Итак, Толстой выстроил внешний облик Вареньки и прогулку в лесу, которая должна была стать и не стала для нее судьбоносной, в «грибном» стиле: у нее большая голова при сухом теле, шляпа «грибом» с отогнутыми краями, Кознышев протягивает ей подберезовик с огромной шляпкой на тонком корне и тоже с «завернувшимися краями», и, наконец, именно при сборе грибов и разговоре о них она упускает свое счастье.
Намеренно ли Толстой таким образом создавал этот образ или же так само собой вышло – мы не знаем: у нас не так много черновиков «Анны Карениной» с пометами Толстого. Хотя большая голова Вареньки появилась в набросках не сразу (в первом варианте этой детали не было), и она, возможно, просто намекала на «рассудочный» тип личности.

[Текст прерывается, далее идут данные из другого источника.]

package org.merewarden.advice;

import static org.assertj.core.api.Assertions.assertThat;
import static org.hamcrest.Matchers.containsString;
import static org.springframework.security.test.web.servlet.request.SecurityMockMvcRequestPostProcessors.csrf;
import static org.springframework.security.test.web.servlet.request.SecurityMockMvcRequestPostProcessors.user;
import static org.springframework.test.web.servlet.request.MockMvcRequestBuilders.get;
import static org.springframework.test.web.servlet.request.MockMvcRequestBuilders.post;
import static org.springframework.test.web.servlet.result.MockMvcResultMatchers.content;
import static org.springframework.test.web.servlet.result.MockMvcResultMatchers.flash;
import static org.springframework.test.web.servlet.result.MockMvcResultMatchers.status;

import java.time.Clock;
import java.util.ArrayList;
import java.util.List;
import java.util.Optional;
import org.junit.jupiter.api.BeforeAll;
import org.junit.jupiter.api.BeforeEach;
import org.junit.jupiter.api.Test;
import org.junit.jupiter.api.TestInstance;
import org.merewarden.StatementCount;
import org.merewarden.TestRegion;
import org.merewarden.WholeApplication;
import org.merewarden.activity.ActivityLog;
import org.merewarden.assessment.AssessForTests;
import org.merewarden.core.policy.Policy;
import org.merewarden.jobs.Jobs;
import org.merewarden.jobs.RunningJob;
import org.merewarden.waterbody.Register;
import org.springframework.beans.factory.annotation.Autowired;
import org.springframework.jdbc.core.simple.JdbcClient;
import org.springframework.test.web.servlet.MockMvc;
import org.springframework.test.web.servlet.request.RequestPostProcessor;

/** Trials of a version: what is stored and shown for a rule made for the test, and the queue with the true one. */
@WholeApplication
@TestInstance(TestInstance.Lifecycle.PER_CLASS)
class PolicyTrialsTest {
    private static final RequestPostProcessor CLERK = user("pol-clerk").roles("CLERK");
    private static final RequestPostProcessor BIOLOGIST = user("pol-ines").roles("BIOLOGIST");

    @Autowired
    private MockMvc mvc;

    @Autowired
    private JdbcClient jdbc;

    @Autowired
    private Jobs jobs;

    @Autowired
    private Register register;

    @Autowired
    private Limits limits;

    @Autowired
    private PolicyStore policies;

    @Autowired
    private PolicyTrialStore store;

    @Autowired
    private ActivityLog activity;

    @Autowired
    private Clock clock;

    @Autowired
    private AssessForTests assess;

    @Autowired
    private Adviser adviser;

    private final List<Long> stocks = new ArrayList<>();
    private long assessment;
    private int version;

    /** Rises, falls, closes, stays, cannot be advised. */
    @BeforeAll
    void fiveStocks() {
        var region = new TestRegion(jdbc);
        for (String name : List.of("Rising", "Falling", "Closing", "Staying", "Unknown")) {
            long lake = region.lake("trial-" + name.toLowerCase(java.util.Locale.ROOT), name + " Trial Lake");
            stocks.add(region.stock(lake, "FPE"));
        }
        region.catches(stocks.get(0), 2018, List.of(10.0, 11.0, 12.0, 11.0, 10.0));
        assess.assess(stocks.get(0), 2025);
        assessment = jdbc.sql("select max(id) from assessment where stock_id = ?")
                .param(stocks.get(0))
                .query(Long.class)
                .single();
    }

    @BeforeEach
    void aVersionOfItsOwn() {
        Policy d = Policy.DEFAULT;
        version = policies.add(
                new Policy(
                        d.limitFraction(),
                        d.ramp(),
                        d.quantile(),
                        d.horizonYears(),
                        0.08,
                        d.steadinessCap(),
                        d.lastSeason(),
                        d.setAsides(),
                        d.rounding(),
                        d.standing(),
                        d.pooled(),
                        d.intervalProbability()),
                "pol-ines",
                clock.instant());
        policies.decide(version, PolicyVersion.PROPOSED, "pol-ines", clock.instant(), "More careful.");
    }

    /** Tonnes by the version that is tried and by the one in force; the other stocks of the store cannot be advised. */
    private Optional<PolicyTrialRule.Trial> made(long stock, PolicyStore.Numbered asked) {
        double[][] tonnes = {{12, 10}, {9, 10}, {0, 4}, {7, 7}};
        int place = stocks.indexOf(stock);
        if (place < 0 || place >= tonnes.length) {
            return Optional.empty();
        }
        boolean here = asked.number() == version;
        return Optional.of(new PolicyTrialRule.Trial(
                2026, assessment, tonnes[place][here ? 0 : 1], here ? "RISK" : "RAMP", here ? 0.04 : 0.09));
    }

    private PolicyTrials trials(PolicyTrialRule rule) {
        return new PolicyTrials(jobs, register, limits, policies, store, rule, activity, clock);
    }

    /** A trial as it is stored when it is asked for, with a job that nobody else runs. */
    private RunningJob job(boolean cancelled) {
        jdbc.sql("insert into job (kind, subject, payload, state, requested_by, requested_at)"
                        + " values ('policy-trial', 'test', '', 'DONE', 'pol-ines', current_timestamp)")
                .update();
        long id = jdbc.sql("select max(id) from job").query(Long.class).single();
        store.add(id, version, policies.inForce().number(), "pol-ines", clock.instant());
        return new RunningJob() {
            @Override
            public long id() {
                return id;
            }

            @Override
            public String payload() {
                return Integer.toString(version);
            }

            @Override
            public String requestedBy() {
                return "pol-ines";
            }

            @Override
            public boolean cancelRequested() {
                return cancelled;
            }

            @Override
            public void progress(int done, int total, String note) {
                jdbc.sql("update job set progress_done = ?, progress_total = ?, note = ? where id = ?")
                        .params(done, total, note, id)
                        .update();
            }
        };
    }

    private String page() throws Exception {
        return mvc.perform(get("/policy/" + version).with(CLERK))
                .andExpect(status().isOk())
                .andReturn()
                .getResponse()
                .getContentAsString()
                .replace('\u00a0', ' ');
    }

    @Test
    void everyStockIsShownWithBothLimitsAndTheSums() throws Exception {
        trials(this::made).run(job(false));
        int all = register.stocks().size();
        String page = page();
        assertThat(page)
                .contains("Of " + all + " stocks, 1 rise, 1 fall, 1 close (from a limit to 0) and 1 stay as they are; "
                        + (all - 4) + " cannot be advised yet.")
                .contains("Together 31 t by version ", " and 28 t by version " + version)
                .contains(">rises by 20%<", ">falls by 10%<", ">closes<", ">stays<", "step 2, risk (version ");
        // the most changed first
        assertThat(page.indexOf("Closing Trial Lake")).isPositive().isLessThan(page.indexOf("Rising Trial Lake"));
        assertThat(page.indexOf("Rising Trial Lake")).isLessThan(page.indexOf("Falling Trial Lake"));
    }

    @Test
    void aTrialTakenUpAgainAsksAndStoresEachStockOnce() {
        List<Long> asked = new ArrayList<>();
        RunningJob job = job(false);
        PolicyTrials dying = trials((stock, v) -> {
            if (asked.size() == 4) {
                throw new OutOfMemoryError("the process dies here");
            }
            asked.add(stock);
            return made(stock, v);
        });
        org.assertj.core.api.Assertions.assertThatThrownBy(() -> dying.run(job)).isInstanceOf(OutOfMemoryError.class);
        long trial = store.ofJob(job.id()).id();
        assertThat(store.rows(trial)).hasSize(2);
        List<Long> again = new ArrayList<>();
        trials((stock, v) -> {
                    again.add(stock);
                    return made(stock, v);
                })
                .run(job);
        assertThat(again).doesNotContainAnyElementsOf(asked);
        assertThat(store.rows(trial))
                .extracting(PolicyTrialStore.Row::stockId)
                .doesNotHaveDuplicates()
                .hasSize(register.stocks().size());
    }

    @Test
    void oneStocksFailureIsCountedAndKeepsNobodyWaiting() throws Exception {
        RunningJob job = job(false);
        trials((stock, v) -> {
                    if (stock == stocks.get(1)) {
                        throw new IllegalStateException("made to fail");
                    }
                    return made(stock, v);
                })
                .run(job);
        assertThat(store.rows(store.ofJob(job.id()).id()))
                .hasSize(register.stocks().size() - 1);
        assertThat(page()).contains("1 failed unexpectedly; see the log for job " + job.id());
    }

    @Test
    void aStoppedTrialStoresNothing() {
        RunningJob job = job(true);
        trials(this::made).run(job);
        assertThat(store.rows(store.ofJob(job.id()).id())).isEmpty();
    }

    @Test
    void whoMayProposeAsksForATrialAndItsResultComesToThePage() throws Exception {
        assertThat(page()).contains("Not tried yet").doesNotContain("/trial\"");
        mvc.perform(post("/policy/" + version + "/trial").with(BIOLOGIST).with(csrf()))
                .andExpect(flash().attribute("done", containsString("queued")));
        long job = store.latest(version).orElseThrow().jobId();
        for (int i = 0; i < 600 && jobs.find(job).orElseThrow().active(); i++) {
            Thread.sleep(100);
        }
        assertThat(jobs.find(job).orElseThrow().state()).isEqualTo("DONE");
        PolicyTrialStore.Both tried = store
                .rows(store.latest(version).orElseThrow().id())
                .stream()
                .filter(r -> r.stockId() == stocks.get(0))
                .findFirst()
                .orElseThrow()
                .both();
        assertThat(tried).isNotNull();
        // what the advice page says by the version in force, and less at a smaller tolerated risk
        assertThat(tried.against().limitTonnes())
                .isPositive()
                .isEqualTo(adviser.work(stocks.get(0), tried.against().season(), Policy.DEFAULT, 1)
                        .orElseThrow()
                        .recommendation()
                        .limitTonnes());
        assertThat(tried.here().limitTonnes()).isLessThan(tried.against().limitTonnes());
        if (tried.here().limitTonnes() > 0) {
            assertThat(tried.here().risk()).isBetween(0.0, 0.08);
        } else {
            // late in a year the next season is advised, and then even no catch may be too risky
            assertThat(tried.here().risk()).isGreaterThan(0);
        }
        assertThat(tried.here().decidedBy()).isEqualTo("RISK");
        assertThat(page()).contains("Asked for by pol-ines", "Unknown Trial Lake", "not advised");
        mvc.perform(get("/policy/" + version).with(BIOLOGIST))
                .andExpect(content().string(containsString("Try it once more")));
        int inForce = policies.inForce().number();
        mvc.perform(post("/policy/" + inForce + "/trial").with(BIOLOGIST).with(csrf()))
                .andExpect(flash().attribute("refused", containsString("nothing to try it against")));
        assertThat(store.latest(inForce)).isEmpty();
    }

    @Test
    void moreStocksAskTheStoreNoMoreOften() throws Exception {
        trials((stock, v) -> stock == stocks.get(0) ? made(stock, v) : Optional.empty())
                .run(job(false));
        page();
        int few = StatementCount.during(this::page);
        var region = new TestRegion(jdbc);
        long lake = region.lake("trial-more-" + version, "More Trial Lake");
        region.stock(lake, "FPE");
        region.stock(lake, "FRO");
        trials(this::made).run(job(false));
        assertThat(StatementCount.during(this::page)).isEqualTo(few);
    }
}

Вспомним Каренина («головного человека»), у которого Лев Толстой сознательно выбрал эту фамилию (от греч. «Каренон» – голова). Нерешительность Кознышева восполняется логическими размышлениями, и к Вареньке он также подходит логически: «Если так, – сказал он себе, – я должен обдумать и решить, а не отдаваться, как мальчик, увлечению минуты».
На примере Вареньки мы видим, как серьезно Лев Толстой относился к созданию образа даже второстепенного персонажа и что расхожее мнение о Толстом как все объясняющем и разжевывающем авторе обманчиво. Внешнее, подробное описание героя не всегда бывает исчерпывающим, есть и вот такие скрытые детали. Толстой всегда остается всеохватным творцом, которому важно все: жест, шляпа, цвет одежды, случайная фраза, и даже простой гриб может стать важным элементом образа героя. И перечитывать Толстого и изучать его – все равно что ходить за грибами в ясный день после дождя. На, казалось бы, исхоженной тропинке обязательно найдется свежий, неясно откуда появившийся гриб.